The code is functional, simple and very readable. Observers integrate well with Angular’s components and overall structure.
As for an example usage of this component:
<btn [requiredClicks]="3" (multiClick)="handleTripleClick($event)"></btn>
Converting hot observable to cold
When discussing hot and cold observables, I told you there’s a way to convert a cold observable to a hot one. That’s possible thanks to some complex transformations, which we can benefit from through a simple share()
operator.
import { interval } from "rxjs";
import { share } from "rxjs/operators";
const observable$ = interval(1000).pipe(share());
observable$.subscribe((value) => {
console.log("Subscription A", value);
});
setTimeout(() => {
observable$.subscribe((value) => {
console.log("Subscription B", value);
});
}, 2000);
/* Console output:
Subscription A 0
Subscription A 1
Subscription A 2
Subscription B 2
Subscription A 3
Subscription B 3
...
*/
The example from above is the same one we’ve analyzed when discussing multiple subscriptions to one observable. Notice the small difference - piping of the share()
operator.
Thanks to this little change, all our subscriptions will now get the same synchronized values, no matter when they subscribe. We’ve just made a hot observable out of a cold one.
Error handling
With the knowledge of operators, we can now discuss how we should handle errors in observables.
We’ve already got a glimpse of that with observers in subscribe()
method and their error
callback. However, this way of handling errors has some big disadvantages. First off, it’s finite, meaning you can’t easily recover from error even if you want to. And also, it goes against Angular’s philosophy of separation of concerns.
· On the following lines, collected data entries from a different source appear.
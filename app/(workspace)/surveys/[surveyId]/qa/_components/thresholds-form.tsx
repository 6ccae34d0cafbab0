"use client";
/** The survey's QA thresholds, each with its unit and source. */
import { useActionState } from "react";
import { QA_THRESHOLD_INFO, QA_THRESHOLD_KEYS, type QaThresholds } from "@/src/server/qa-assessment/thresholds";
import { fieldErrorsOf, formErrorOf, IDLE, successOf } from "@/src/ui/action-state";
import { TextField } from "@/src/ui/field";
import { FormError, FormSuccess } from "@/src/ui/form-message";
import { SubmitButton } from "@/src/ui/submit-button";
import { submitWithoutReset } from "@/src/ui/submit-without-reset";
import { updateQaThresholdsAction } from "../actions";

export function ThresholdsForm({ surveyId, thresholds, readOnly }: { surveyId: string; thresholds: QaThresholds; readOnly: boolean }) {
  const [state, action] = useActionState(updateQaThresholdsAction.bind(null, surveyId), IDLE);
  const errors = fieldErrorsOf(state);
  return (
    <form action={action} onSubmit={submitWithoutReset(action)} className="space-y-3" noValidate>
      <div className="grid gap-3 sm:grid-cols-2">
        {QA_THRESHOLD_KEYS.map((k) => {
          const info = QA_THRESHOLD_INFO[k];
          return (
            <TextField
              key={k}
              id={`qa-${k}`}
              name={k}
              label={`${info.label}${info.unit ? ` (${info.unit})` : ""}`}
              inputMode="decimal"
              defaultValue={String(thresholds[k])}
              readOnly={readOnly}
              hint={`Source: ${info.source}`}
              errors={errors[k]}
            />
          );
        })}
      </div>
      <FormError message={formErrorOf(state)} />
      <FormSuccess message={successOf(state)} />
      {readOnly ? null : <SubmitButton pendingLabel="saving">Save thresholds</SubmitButton>}
    </form>
  );
}
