/** Time windows that break a QA threshold, for shading charts; overlapping windows are merged. */
export type QaMetric = "gap" | "change" | "chord" | "noise" | "spike";

export interface QaWindow {
  startMs: number;
  endMs: number;
  metric: QaMetric;
  /** Worst value inside the merged window (nT, or s for gaps). */
  value: number;
}

/** Merge windows of one metric that overlap or touch; keeps the worst value. Input order does not matter. */
export function mergeWindows(windows: readonly QaWindow[]): QaWindow[] {
  const sorted = [...windows].sort((a, b) => a.startMs - b.startMs || a.endMs - b.endMs);
  const out: QaWindow[] = [];
  for (const w of sorted) {
    const last = out[out.length - 1];
    if (last && last.metric === w.metric && w.startMs <= last.endMs) {
      if (w.endMs > last.endMs) last.endMs = w.endMs;
      if (w.value > last.value) last.value = w.value;
    } else {
      out.push({ ...w });
    }
  }
  return out;
}

/** Collects windows of one metric in increasing start order and merges as it goes (constant memory per run). */
export class WindowCollector {
  readonly windows: QaWindow[] = [];
  constructor(private readonly metric: QaMetric) {}

  add(startMs: number, endMs: number, value: number): void {
    const last = this.windows[this.windows.length - 1];
    if (last && startMs <= last.endMs) {
      if (endMs > last.endMs) last.endMs = endMs;
      if (value > last.value) last.value = value;
    } else {
      this.windows.push({ startMs, endMs, metric: this.metric, value });
    }
  }
}
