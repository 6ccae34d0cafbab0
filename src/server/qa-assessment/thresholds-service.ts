import "server-only";
/**
 * A survey's QA thresholds with every change recorded (who, when, old → new) and on the audit
 * trail. Every member reads them; the processor or the lead changes them ("qa.update").
 */
import type { Knex } from "knex";
import { serializeOn } from "../db/engine";
import { assertSurveyWritable } from "../surveys/writable";
import type { Actor } from "../auth/actor";
import { recordAudit } from "../audit/record";
import { assertSurveyPermission } from "../authz/permissions";
import { getDb } from "../db/client";
import { parseInput } from "../errors";
import { nowIso } from "../time";
import { DEFAULT_QA_THRESHOLDS, QA_THRESHOLD_KEYS, QaThresholdsSchema, type QaThresholdKey, type QaThresholds } from "./thresholds";

export interface QaThresholdsRecord {
  thresholds: QaThresholds;
  /** 0 while the survey uses the defaults. */
  revision: number;
  updatedAt: string | null;
  updatedBy: string | null;
}

export interface QaThresholdChange {
  id: number;
  revision: number;
  setting: QaThresholdKey;
  oldValue: number | null;
  newValue: number | null;
  changedBy: string | null;
  changedAt: string;
}

/** No permission check: callers check. */
export async function readQaThresholds(db: Knex | Knex.Transaction, surveyId: string): Promise<QaThresholdsRecord> {
  const row = await db("qa_thresholds as q")
    .leftJoin("users as u", "u.id", "q.updated_by")
    .where("q.survey_id", surveyId)
    .first("q.thresholds", "q.revision", "q.updated_at", "u.name as updated_by_name");
  if (!row) return { thresholds: { ...DEFAULT_QA_THRESHOLDS }, revision: 0, updatedAt: null, updatedBy: null };
  const parsed = QaThresholdsSchema.safeParse({ ...DEFAULT_QA_THRESHOLDS, ...JSON.parse(row.thresholds) });
  return { thresholds: parsed.success ? parsed.data : { ...DEFAULT_QA_THRESHOLDS }, revision: row.revision, updatedAt: row.updated_at, updatedBy: row.updated_by_name ?? null };
}

export async function getQaThresholds(actor: Actor, surveyId: string): Promise<QaThresholdsRecord> {
  await assertSurveyPermission(actor, surveyId, "days.read");
  return readQaThresholds(getDb(), surveyId);
}

/** Replaces all thresholds (a form sends them all); unchanged values leave no history. */
export async function updateQaThresholds(actor: Actor, surveyId: string, input: unknown): Promise<{ record: QaThresholdsRecord; changed: QaThresholdKey[] }> {
  await assertSurveyPermission(actor, surveyId, "qa.update");
  const next = parseInput(QaThresholdsSchema, input);
  return getDb().transaction(async (trx) => {
    await assertSurveyPermission(actor, surveyId, "qa.update", trx);
    await assertSurveyWritable(trx, surveyId, "changing its QA thresholds");
    await serializeOn(trx, `qa-thresholds:${surveyId}`); // the next revision is read, then written
    const current = await readQaThresholds(trx, surveyId);
    const changed = QA_THRESHOLD_KEYS.filter((k) => next[k] !== current.thresholds[k]);
    if (changed.length === 0) return { record: current, changed };
    const now = nowIso();
    const revision = current.revision + 1;
    const row = { survey_id: surveyId, thresholds: JSON.stringify(next), revision, updated_by: actor.userId, updated_at: now };
    await trx("qa_thresholds").insert(row).onConflict("survey_id").merge();
    await trx("qa_threshold_changes").insert(
      changed.map((setting) => ({
        survey_id: surveyId, revision, setting, old_value: JSON.stringify(current.thresholds[setting]), new_value: JSON.stringify(next[setting]),
        changed_by: actor.userId, changed_at: now,
      })),
    );
    await recordAudit(trx, {
      surveyId, actorUserId: actor.userId, action: "qa.thresholds_update",
      details: { revision, changes: Object.fromEntries(changed.map((k) => [k, { from: current.thresholds[k], to: next[k] }])) },
    });
    return { record: { thresholds: next, revision, updatedAt: now, updatedBy: actor.name }, changed };
  });
}

/** Newest first. */
export async function listQaThresholdChanges(actor: Actor, surveyId: string): Promise<QaThresholdChange[]> {
  await assertSurveyPermission(actor, surveyId, "days.read");
  const rows = await getDb()("qa_threshold_changes as c")
    .leftJoin("users as u", "u.id", "c.changed_by")
    .where("c.survey_id", surveyId)
    .select("c.id", "c.revision", "c.setting", "c.old_value", "c.new_value", "c.changed_at", "u.name as changed_by_name")
    .orderBy("c.id", "desc");
  return rows.map((r: { id: number; revision: number; setting: string; old_value: string | null; new_value: string | null; changed_at: string; changed_by_name: string | null }) => ({
    id: r.id,
    revision: r.revision,
    setting: r.setting as QaThresholdKey,
    oldValue: r.old_value === null ? null : (JSON.parse(r.old_value) as number),
    newValue: r.new_value === null ? null : (JSON.parse(r.new_value) as number),
    changedBy: r.changed_by_name,
    changedAt: r.changed_at,
  }));
}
There’s a special operator that can be used for handling errors and solves both of these issues - catchError()
. To show its use, let’s bring up the fromFetch()
creation function:
import { fromFetch } from "rxjs/fetch";
import { catchError, retry } from "rxjs/operators";
const observable$ = fromFetch("/example.json").pipe(
retry(3),
catchError(() => {
return Promise.resolve([]);
})
);
We pipe both retry()
and catchError()
to our fromFetch()
observable. retry()
is another useful operator that will resubscribe to the source observer upon error and retry running it up to the specified number of resubscriptions.
catchError()
gets handed a callback, that upon receiving the caught error, and source observable decides whether to throw this or new error, return the source observable and try again, or return any different kind of value.
In the example above, I return Promise.resolve([])
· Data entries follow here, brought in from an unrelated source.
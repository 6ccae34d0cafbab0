import type { Metadata } from "next";
import { requireActor } from "@/src/server/auth/session";
import { roleAllows } from "@/src/server/authz/permission-table";
import { getSurvey } from "@/src/server/surveys/service";
import { guardedRead } from "@/app/_lib/guarded-read";
import { Refusal } from "@/src/ui/refusal";
import { SurveyForm } from "../../_components/survey-form";
import { timeZoneOptions } from "../../_components/time-zones";
import { setArchivedAction, updateSurveyAction } from "./actions";
import { ArchiveForm } from "./archive-form";

export const metadata: Metadata = { title: "Edit survey" };

export default async function EditSurveyPage({ params }: { params: Promise<{ surveyId: string }> }) {
  const { surveyId } = await params;
  const actor = await requireActor(`/surveys/${surveyId}/edit`);
  const survey = await guardedRead(getSurvey(actor, surveyId));
  if (!survey.ok) return <Refusal message={survey.message} />;
  const s = survey.value;
  if (!roleAllows(s.myRole, "survey.update")) {
    return <Refusal message="Only the survey lead or an org admin edits survey details." />;
  }
  const archived = Boolean(s.archivedAt);
  return (
    <div className="grid max-w-3xl gap-6">
      <section className="rounded-lg border border-ink-100 bg-white p-5 shadow-sm sm:p-6">
        <h2 className="mb-1 text-base font-semibold text-ink-900">Survey details</h2>
        <p className="mb-5 text-sm text-ink-600">
          {archived ? "This survey is archived: restore it below to edit its details." : "Changes apply to every member at once."}
        </p>
        <SurveyForm
          action={updateSurveyAction.bind(null, s.id)}
          initial={{ name: s.name, code: s.code, client: s.client, areaDescription: s.areaDescription, timeZone: s.timeZone, notes: s.notes }}
          timeZones={timeZoneOptions()}
          submitLabel="Save changes"
          disabled={archived}
        />
      </section>
      {roleAllows(s.myRole, "survey.archive") ? (
        <section className="rounded-lg border border-ink-100 bg-white p-5 shadow-sm sm:p-6">
          <h2 className="mb-1 text-base font-semibold text-ink-900">{archived ? "Restore" : "Archive"}</h2>
          <p className="mb-4 text-sm text-ink-600">
            {archived
              ? "Restoring makes the survey editable again and shows it in the survey list."
              : "Archive a survey when its field work and reporting are done. Its data stays; it becomes read-only and leaves the default survey list."}
          </p>
          <ArchiveForm archived={archived} action={setArchivedAction.bind(null, s.id)} />
        </section>
      ) : null}
    </div>
  );
}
as the “fallback value” upon error. This will, in turn, result in an empty array being retrieved on the subscription’s end when a fetching error happens, as fromFetch()
will automatically unwrap the promise.
This short overview should provide you with a basic notion of what catchError()
and other error-handling operators are all about. They might seem a bit unnecessary right here, but in more complex scenarios with nested observables, when used alongside AsyncPipe, or in other edge cases, they become invaluable.
Summary
This detailed primer on RxJS and FRP in Angular should leave you with a solid understanding of the basics. It’s enough to start experimenting on your own or go to learn more advanced topics, such as observable nesting, Subjects, Schedulers, or complex operators.
RxJS and Angular form a great combo that can lead to simple, clean, and enjoyable code when used correctly. Sure, it requires learning a few new concepts, but this knowledge then pays off in better code and a better understanding of it.